## What to produce
Your response should be every line from the entries that includes the string "usePad".

## Dataset records
import { useRef, useState } from "react";
import type { LayoutView, LookView } from "../../../domain/layout/view";
import { Button } from "../../../ui/button";
import { EntryDock } from "../entry-dock";
import { lengthIn } from "../lengths";
import { newKey } from "../new-key";
import { ReadingField } from "../reading-field";
import { useDraft } from "../use-draft";
import { usePad } from "../use-pad";
import { usePost } from "../use-post";

const EMPTY = { station: "", offset: "" };
type Name = keyof typeof EMPTY;

/** Along the line and off it, as the second person reads it. */
export function LookEntry({ view, item, done }: { view: LayoutView; item: LookView; done: () => void }) {
  const { draft, change, reset } = useDraft(
    `plumbay.layout.${view.id}.look.${item.point}.${item.side}`,
    EMPTY,
  );
  const sending = usePost(done);
  const pad = usePad();
  const [inHand, setInHand] = useState<Name | null>(null);
  const key = useRef<string | null>(null);
  const read = (name: Name) => lengthIn(draft[name] ?? "", view.unit);
  const ready = read("station") !== null && read("offset") !== null;
  const keep = async () => {
    if (!ready) return;
    key.current ??= newKey();
    const answer = await sending.send(`/layouts/${view.id}/look`, {
      point: item.point,
      side: item.side,
      station: draft.station ?? "",
      offset: draft.offset ?? "",
      clientKey: key.current,
    });
    if (!answer) return;
    key.current = null;
    if (answer.ok) {
      reset(EMPTY);
      setInHand(null);
    }
  };
  const field = (name: Name, label: string, hint: string) => (
    <ReadingField
      label={label}
      quietLabel={item.label}
      name={name}
      value={draft[name] ?? ""}
      onChange={(value) => change({ [name]: value })}
      onHand={() => setInHand(name)}
      onKeep={() => void keep()}
      padUp={pad.padUp}
      error={sending.fields[name]}
      hint={hint}
      size="l"
    />
  );
  return (
    <div className="grid gap-3">
      <div className="look-fields">
        {field("station", "Ahead of A", "along the line")}
        {field("offset", "Off the line", `to the ${item.side}`)}
        <Button tone="go" size="xl" busy={sending.busy} disabled={!ready} onClick={() => void keep()}>
          Keep my reading
        </Button>
      </div>
      {sending.trouble ? (
        <p role="alert" className="font-medium text-oxide">
          {sending.trouble}
        </p>
      ) : null}
      {inHand && pad.padUp ? (
        <EntryDock
          what={`${item.label}: ${inHand === "station" ? "ahead of A" : "off the line"}`}
          value={draft[inHand] ?? ""}
          onChange={(value) => change({ [inHand]: value })}
          onKeep={() => {
            if (inHand === "station" && read("offset") === null) setInHand("offset");
            else void keep();
          }}
          unit={view.unit}
          next={inHand === "station" ? "and go to off the line" : null}
          busy={sending.busy}
          {...pad}
        />
      ) : null}
    </div>
  );
}
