//! Demo sheets in invented data.

use crate::file;
use crate::sheet::Document;
use crate::words::page;

/// A demo sheet.
pub(super) struct Demo {
    /// What it is.
    pub(super) name: &'static str,
    /// Its file.
    pub(super) text: &'static str,
}

/// Whether a document is a demo sheet as it came.
pub(super) fn is_demo(document: &Document) -> bool {
    DEMOS
        .iter()
        .any(|demo| file::read(demo.text).as_ref() == Ok(document))
}

/// The demo sheets.
pub(super) static DEMOS: [Demo; 2] = [
    Demo {
        name: page::demo_brine_hall(),
        text: include_str!("../../examples/brine-hall.json"),
    },
    Demo {
        name: page::demo_outdoor(),
        text: include_str!("../../examples/high-sealed.json"),
    },
];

## Solution
import { usePad } from "../use-pad";
  const pad = usePad();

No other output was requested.